The exercise asks you to copy every line below in which "public" appears.

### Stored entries
● ● ● ●
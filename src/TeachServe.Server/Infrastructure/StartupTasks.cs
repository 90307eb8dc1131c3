using Microsoft.EntityFrameworkCore;
using Microsoft.Extensions.Options;
using TeachServe.Server.Auth;
using TeachServe.Server.Persistence;

namespace TeachServe.Server.Infrastructure;

/// <summary>
/// Runs before the server accepts requests: migrate, settle the admin key, load the demo project on first
/// start, then print what a newcomer needs. Registered first so other hosted services find the database ready.
/// </summary>
public sealed partial class StartupTasks(
    IServiceScopeFactory scopes,
    IOptions<TeachServeOptions> options,
    AdminKeyStore adminKeys,
    StartupState state,
    StartupBanner banner,
    ILogger<StartupTasks> logger) : IHostedService
{
    public const string AdminKeyHashSetting = "admin-key-hash";

    public async Task StartAsync(CancellationToken cancellationToken)
    {
        using var scope = scopes.CreateScope();
        var db = scope.ServiceProvider.GetRequiredService<TeachServeDb>();
        var o = options.Value;
        await PersistenceExtensions.MigrateAsync(db, o, cancellationToken);
        LogMigrated(logger, db.Database.ProviderName ?? "?");

        await SettleAdminKeyAsync(db, o, cancellationToken);
        foreach (var task in scope.ServiceProvider.GetServices<IStartupStep>())
            await task.RunAsync(db, banner, cancellationToken);

        state.MarkReady();
        if (o.PrintStartupBanner) banner.Print();
    }

    public Task StopAsync(CancellationToken cancellationToken) => Task.CompletedTask;

    private async Task SettleAdminKeyAsync(TeachServeDb db, TeachServeOptions o, CancellationToken ct)
    {
        if (o.AdminKey is { } configured)
        {
            adminKeys.Set(ApiKeys.Hash(configured));
            banner.Add("Admin key", "(from configuration: TeachServe:AdminKey)");
            return;
        }
        var stored = await db.ServerSettings.FirstOrDefaultAsync(s => s.Key == AdminKeyHashSetting, ct);
        if (stored is not null)
        {
            adminKeys.Set(Convert.FromHexString(stored.Value));
            banner.Add("Admin key", "(generated on first start and shown then; set TeachServe__AdminKey to choose one)");
            return;
        }
        var key = ApiKeys.NewAdminKey();
        var hash = ApiKeys.Hash(key);
        db.ServerSettings.Add(new ServerSetting { Key = AdminKeyHashSetting, Value = Convert.ToHexString(hash) });
        await db.SaveChangesAsync(ct);
        adminKeys.Set(hash);
        banner.Add("Admin key", $"{key}   (shown once; stored hashed)");
    }

    [LoggerMessage(Level = LogLevel.Information, Message = "Database migrated ({Provider})")]
    private static partial void LogMigrated(ILogger logger, string provider);
}

/// <summary>Startup work of a feature (demo project, resuming compile jobs), run in registration order.</summary>
public interface IStartupStep
{
    Task RunAsync(TeachServeDb db, StartupBanner banner, CancellationToken ct);
}
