using System.Threading.Channels;

namespace TeachServe.Server.Infrastructure;

/// <summary>
/// A single writer with group commit: requests put their work on a bounded channel and wait; one loop, on a thread of
/// its own (so a group never waits in the thread pool's queue behind request work), takes every piece of work that is
/// waiting, up to what <see cref="Fits"/> allows, and hands the group to <see cref="WriteGroup"/>, which completes
/// each piece. At stop the work already queued is written before the thread ends; work still queued when the loop is
/// cancelled fails with <see cref="OperationCanceledException"/>.
/// </summary>
public abstract class SingleWriter<TWork> : IHostedService, IDisposable
{
    private readonly Channel<TWork> _queue;
    private readonly string _threadName;
    private readonly int _maxGroup;
    private Thread? _thread;
    private int _disposed;

    protected SingleWriter(string threadName, int maxGroup, int capacity)
    {
        _threadName = threadName;
        _maxGroup = maxGroup;
        _queue = Channel.CreateBounded<TWork>(new BoundedChannelOptions(capacity) { SingleReader = true, FullMode = BoundedChannelFullMode.Wait });
    }

    /// <summary>Cancelled when the writer is disposed: a group in flight stops waiting for the database.</summary>
    protected CancellationTokenSource Stopping { get; } = new();

    /// <summary>Queues the work; the caller then waits on the work's own completion.</summary>
    protected ValueTask EnqueueAsync(TWork work, CancellationToken ct) => _queue.Writer.WriteAsync(work, ct);

    /// <summary>Whether <paramref name="candidate"/> may join <paramref name="group"/> (the group holds fewer than the maximum).</summary>
    protected virtual bool Fits(List<TWork> group, TWork candidate) => true;

    /// <summary>Writes a group and completes every piece of it (with a result or an exception); never throws.</summary>
    protected abstract void WriteGroup(List<TWork> group);

    /// <summary>Completes a piece that will never be written (the server is stopping).</summary>
    protected abstract void Abandon(TWork work, Exception reason);

    /// <summary>Runs on the writer's thread when its loop ends, before the queue is drained.</summary>
    protected virtual void OnStopped()
    {
    }

    public Task StartAsync(CancellationToken cancellationToken)
    {
        _thread = new Thread(Run) { IsBackground = true, Name = _threadName };
        _thread.Start();
        return Task.CompletedTask;
    }

    public Task StopAsync(CancellationToken cancellationToken)
    {
        _queue.Writer.TryComplete();
        // The work already queued is written before the thread ends (bounded by the host's stop timeout).
        return Task.Run(() => _thread?.Join(), cancellationToken);
    }

    /// <summary>Stops a writer still waiting for work (it may be registered twice, as itself and as a hosted service).</summary>
    public void Dispose()
    {
        if (Interlocked.Exchange(ref _disposed, 1) != 0) return;
        Stopping.Cancel();
        Stopping.Dispose();
        GC.SuppressFinalize(this);
    }

    private void Run()
    {
        var group = new List<TWork>(_maxGroup);
        try
        {
            while (_queue.Reader.WaitToReadAsync(Stopping.Token).AsTask().GetAwaiter().GetResult())
            {
                group.Clear();
                while (group.Count < _maxGroup && _queue.Reader.TryPeek(out var waiting) && (group.Count == 0 || Fits(group, waiting))
                       && _queue.Reader.TryRead(out waiting))
                    group.Add(waiting);
                WriteGroup(group);
            }
        }
        catch (OperationCanceledException)
        {
        }
        finally
        {
            OnStopped();
            _queue.Writer.TryComplete();
            while (_queue.Reader.TryRead(out var left)) Abandon(left, new OperationCanceledException("The server is stopping."));
        }
    }
}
● ● ● ●
### Result for this task
public sealed partial class StartupTasks(
    public const string AdminKeyHashSetting = "admin-key-hash";
    public async Task StartAsync(CancellationToken cancellationToken)
    public Task StopAsync(CancellationToken cancellationToken) => Task.CompletedTask;
public interface IStartupStep
public abstract class SingleWriter<TWork> : IHostedService, IDisposable
    public Task StartAsync(CancellationToken cancellationToken)
    public Task StopAsync(CancellationToken cancellationToken)
    public void Dispose()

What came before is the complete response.